L’ensemble de ces mesures qui entreront en vigueur le 1er janvier 2018 concernent : L’augmentation des seuils du régime micro-entreprise, L’appréciation du dépassement des seuils sur deux ans, La séparation du régime micro-entreprise et de la franchise en base de TVA, La modification des taux de cotisations sociales pour les micro-entrepreneurs, L’exonération de CFE pour […]
Urssaf et autoentreprise : tout savoir en 5 minutes !
L’URSSAF est l’interlocuteur principal des auto-entrepreneurs. Pour créer et gérer une auto-entreprise, des formalités sont à effectuer auprès de l’URSSAF.

Pour tout auto-entrepreneur, l’URSSAF est un acteur incontournable.
C’est auprès de cet organisme que l’on s’inscrit lors de la création de son activité, que l’on déclare son chiffre d’affaires et que l’on règle ses cotisations sociales.
Autrement dit, l’URSSAF est à la fois le guichet administratif, le collecteur de cotisations et un partenaire de suivi tout au long de la vie de l’entreprise.
À travers sa plateforme officielle — autoentrepreneur.urssaf.fr —, le micro-entrepreneur peut :
- créer son auto-entreprise en quelques clics ;
- déclarer mensuellement ou trimestriellement son chiffre d’affaires ;
- payer ses cotisations sociales ;
- et obtenir l’ensemble de ses attestations en ligne.
En contrepartie, l’URSSAF assure le rattachement à la protection sociale (maladie, maternité, retraite, formation professionnelle, etc.) et met à disposition des services d’accompagnement comme l’ACRE ou les aides en cas de difficulté. L’organisme exerce également un rôle de contrôle et de conseil pour garantir la régularité des déclarations et lutter contre le travail dissimulé.
Quel est le rôle de l’URSSAF pour les auto-entrepreneurs ?
L’URSSAF, l’interlocuteur principal du micro-entrepreneur
L’URSSAF (Union de Recouvrement des Cotisations de Sécurité Sociale et d’Allocations Familiales) est l’organisme chargé de collecter les cotisations sociales et de gérer les obligations déclaratives de l’auto-entrepreneur.

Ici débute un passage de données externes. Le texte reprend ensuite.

// What the first bytes say about a file that ffprobe refused: only to choose the right sentence, never to accept anything.
import { open } from 'node:fs/promises'
import type { MediaFaultCode } from './faults.ts'

const headBytes = 4096

export const readHead = async (path: string): Promise<Buffer> => {
  const file = await open(path, 'r')
  try {
    const { buffer, bytesRead } = await file.read(Buffer.alloc(headBytes), 0, headBytes, 0)
    return buffer.subarray(0, bytesRead)
  } finally {
    await file.close()
  }
}

type Mark = { code: MediaFaultCode; matches: (head: Buffer, text: string) => boolean }

const at =
  (offset: number, ...words: string[]) =>
  (_: Buffer, text: string) =>
    words.some((word) => text.startsWith(word, offset))

const marks: Mark[] = [
  { code: 'empty', matches: (head) => head.length === 0 },
  { code: 'playlist', matches: (_, text) => /^\s*(#EXTM3U|ffconcat\b|\[playlist\]|#EXTINF|file\s+\S)/i.test(text) },
  { code: 'playlist', matches: (_, text) => /^[^]{0,400}<(asx|smil|mpd|playlist|xspf)\b/i.test(text) },
  // AVI, Flash video, MPEG programme and transport streams.
  { code: 'video', matches: (_, text) => text.startsWith('RIFF') && text.startsWith('AVI ', 8) },
  { code: 'video', matches: at(0, 'FLV', '\x00\x00\x01\xba') },
  { code: 'video', matches: (head) => head[0] === 0x47 && head[188] === 0x47 && head[376] === 0x47 },
  // MIDI, Monkey's Audio, WavPack, Core Audio, AMR, Windows Media, Musepack.
  { code: 'unsupported', matches: at(0, 'MThd', 'MAC ', 'wvPk', 'caff', '#!AMR', '\x30\x26\xb2\x75', 'MPCK', 'MP+') },
  // The beginning of a recording that then could not be read.
  { code: 'truncated', matches: at(0, 'RIFF', 'RF64', 'fLaC', 'OggS', 'ID3', '\x1a\x45\xdf\xa3') },
  { code: 'truncated', matches: (_, text) => text.startsWith('FORM') && /^AIF[FC]/.test(text.slice(8, 12)) },
  { code: 'truncated', matches: at(4, 'ftyp', 'moov', 'mdat') }
]

export const faultOfHead = (head: Buffer): MediaFaultCode => {
  const text = head.toString('latin1').replace(/^\xef\xbb\xbf/, '')
  return marks.find((mark) => mark.matches(head, text))?.code ?? 'not-audio'
}

/** Sizes that a recorder writes before it knows the length, or never comes back to correct. */
const isPlaceholder = (size: number): boolean => size === 0 || size >= 0x7ffff000

/**
 * Whether a WAV promises clearly more sound than the file holds: an upload or copy that was cut off. A header that was
 * never completed promises nothing and is no fault.
 */
export const wavIsCutOff = (head: Buffer, fileBytes: number): boolean => {
  if (head.toString('latin1', 0, 4) !== 'RIFF') return false
  for (let offset = 12; offset + 8 <= head.length;) {
    const size = head.readUInt32LE(offset + 4)
    if (head.toString('latin1', offset, offset + 4) === 'data') {
      const missing = size - (fileBytes - offset - 8)
      return !isPlaceholder(size) && missing > Math.max(65_536, size * 0.02)
    }
    offset += 8 + size + (size % 2)
  }
  return false
}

C’est auprès de l’URSSAF que le micro-entrepreneur :
- effectue sa déclaration de chiffre d’affaires (mensuelle ou trimestrielle),
- verse ses cotisations sociales,
- et obtient ses attestations de régularité ou de vigilance.

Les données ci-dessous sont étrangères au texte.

describe('an invitation link (12, V6.4.1, V6.5, V2.3.4)', () => {
  it('makes one member of fifty tries at once', async () => {
    const groupId = await buildGroup(app, { mara: 'owner' })
    const { token } = await buildInvitation(app, { groupId, role: 'listener' })
    const people = await Promise.all((['ines', 'tomas', 'pell', 'aude', 'stranger'] as const).map((key) => app.as(key)))
    const tries = Array.from({ length: 50 }, (_, n) => people[n % people.length] ?? people[0]!)
    const answers = await Promise.all(
      tries.map((person) => callRoute(person, invitationRoutes.accept, { body: { token } }))
    )
    expect(answers.filter(({ status }) => status === 200).length).toBe(1)
    expect(answers.filter(({ status }) => status >= 500)).toEqual([])
    expect(await app.db('memberships').where({ group_id: groupId }).select('role')).toHaveLength(2)
    expect(answers.find(({ status }) => status === 200)?.body).toMatchObject({ id: groupId, role: 'listener' })
  })
  it('has a secret of 256 bits that is told once and kept only as a hash', async () => {
    const mara = await app.as('mara')
    const made = await must(mara, invitationRoutes.create, {
      params: { groupId: demoGroup.id },
      body: { id: newId(), role: 'member', note: '' }
    })
    expect(Buffer.from(made.token, 'base64url').length).toBe(32)
    const row = await app.db('invitations').where({ id: made.id }).first()
    expect(JSON.stringify(row)).not.toContain(made.token)
    const { response } = await callRoute(mara, invitationRoutes.list, { params: { groupId: demoGroup.id } })
    expect(response.text).not.toContain(made.token)
  })
  it('ends by expiry, by being taken back and by use, and says the same each time', async () => {
    const mara = await app.as('mara')
    const old = await buildInvitation(app, { expiresAt: new Date(Date.now() - 1000) })
    const back = await buildInvitation(app)
    await must(mara, invitationRoutes.revoke, { params: { invitationId: back.id } })
    const stranger = await app.as('stranger')
    for (const token of [old.token, back.token, 'x'.repeat(43)]) {
      const look = await callRoute(stranger, invitationRoutes.look, { body: { token } })
      const accept = await callRoute(stranger, invitationRoutes.accept, { body: { token } })
      expect([look.status, accept.status, look.problem.detail]).toEqual([410, 410, accept.problem.detail])
    }
  })
  it('is bound to its group and role, and teachers invite neither owners nor teachers', async () => {
    const jory = await app.as('jory')
    for (const role of ['owner', 'teacher'] as const) {
      const made = await callRoute(jory, invitationRoutes.create, {
        params: { groupId: demoGroup.id },
        body: { id: newId(), role, note: '' }
      })
      expect(made.status).toBe(403)
    }
  })
  it('brings a new person into the group as they open their account, or makes no account', async () => {
    const { token } = await buildInvitation(app, { role: 'member' })
    const body = (id: string) => ({
      id,
      name: 'New',
      email: `${id}@new.example`,
      password: 'lamps on the pier',
      invitation: token
    })
    const [first, second] = [newId(), newId()]
    const send = (id: string) => request(app.url).post('/api/sign-up').set('Origin', app.url).send(body(id))
    const came = await send(first)
    expect(came.body).toMatchObject({ memberships: [{ groupId: demoGroup.id, role: 'member' }] })
    expect(cookieOf(came)).toBeTruthy()
    expect((await send(second)).status).toBe(410)
    expect(await app.db('users').where({ id: second }).first('id')).toBeUndefined()
  })
})

describe('the audit log (42, V16.2.1, V16.3.1-V16.3.3, V16.4.2)', () => {
  const rowsSince = async (id: number) =>
    app
      .db('audit_log')
      .where('id', '>', id)
      .orderBy('id')
      .select('id', 'what', 'actor_id', 'object_id', 'group_id', 'address', 'request_id')
  const last = async (): Promise<number> => (await app.db('audit_log').orderBy('id', 'desc').first('id'))?.id ?? 0
  it('has exactly one row for each act, saying who, what and whence, and no secrets', async () => {
    const groupId = await buildGroup(app)
    const mara = await app.as('mara')
    const stranger = await app.as('stranger')
    const takeId = await buildTake(app, { groupId, by: 'ines' })
    const since = await last()
    await request(app.url)
      .post('/api/sign-in')
      .set('Origin', app.url)
      .send({ email: 'who@else.example', password: 'a wrong one' })
    const again = await app.signInAgain('pell')
    await again.send('post', '/api/sign-out')
    await callRoute(stranger, groupRoutes.get, { params: { groupId } })
    const invitation = newId()
    await must(mara, invitationRoutes.create, {
      params: { groupId },
      body: { id: invitation, role: 'member', note: '' }
    })
    await must(mara, invitationRoutes.revoke, { params: { invitationId: invitation } })
    await must(mara, groupRoutes.setRole, { params: { groupId, userId: idOf('pell') }, body: { role: 'listener' } })
    await must(mara, groupRoutes.removePerson, { params: { groupId, userId: idOf('pell') } })
    await must(mara, takeRoutes.remove, { params: { takeId } })
    const rows = await rowsSince(since)
    expect(rows.map(({ what, actor_id: who }) => [what, who])).toEqual([
      ['sign-in-failed', null],
      ['sign-in', idOf('pell')],
      ['sign-out', idOf('pell')],
      ['access-denied', idOf('stranger')],
      ['invitation-made', idOf('mara')],
      ['invitation-revoked', idOf('mara')],
      ['role-changed', idOf('mara')],
      ['person-removed', idOf('mara')],
      ['take-deleted', idOf('mara')]
    ])
    for (const row of rows)
      expect([row.address, row.request_id]).toEqual([expect.stringMatching(/127\.0\.0\.1/), expect.any(String)])
    expect(JSON.stringify(rows)).not.toContain('a wrong one')
  })
  it('cannot be changed or shortened', async () => {
    const id = await last()
    await expect(app.db('audit_log').where({ id }).update({ what: 'nothing' })).rejects.toThrow('only ever added to')
    await expect(app.db('audit_log').where({ id }).delete()).rejects.toThrow('only ever added to')
    await expect(app.db.raw('truncate audit_log')).rejects.toThrow('only ever added to')
  })
})

describe('events of a take that somebody may not hear', () => {
  it('keep their number and say nothing else', async () => {
    const groupId = await buildGroup(app)
    const takeId = await buildTake(app, { groupId, by: 'ines', reach: 'only me' })
    await must(await app.as('ines'), commentRoutes.create, { params: { takeId }, body: comment() })
    const list = async (key: PersonKey) =>
      (await must(await app.as(key), groupEventRoutes.list, { params: { groupId }, query: { after: '0' } })).items
    expect(await list('ines')).toMatchObject([{ seq: 1, type: 'comment:created', takeId }])
    expect(await list('tomas')).toMatchObject([{ seq: 1, type: 'hidden', takeId: null, objectId: null, actorId: null }])
  })
})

Depuis la réforme du Guichet unique, toutes les démarches de création et de modification d’entreprise sont centralisées sur le site formalites.entreprises.gouv.fr. Mais une fois l’entreprise immatriculée, c’est l’URSSAF qui devient l’interlocuteur de référence pour la gestion du statut et le suivi des cotisations.
Les missions de l’URSSAF
L’URSSAF remplit trois grandes missions auprès des micro-entrepreneurs :
- Le recouvrement des cotisations sociales
Elle calcule et prélève les contributions dues selon le chiffre d’affaires déclaré.
Ces cotisations financent :- l’assurance maladie et maternité,
- les retraites de base et complémentaires,
- les allocations familiales,
- la formation professionnelle,
- et la CSG-CRDS (contribution sociale généralisée).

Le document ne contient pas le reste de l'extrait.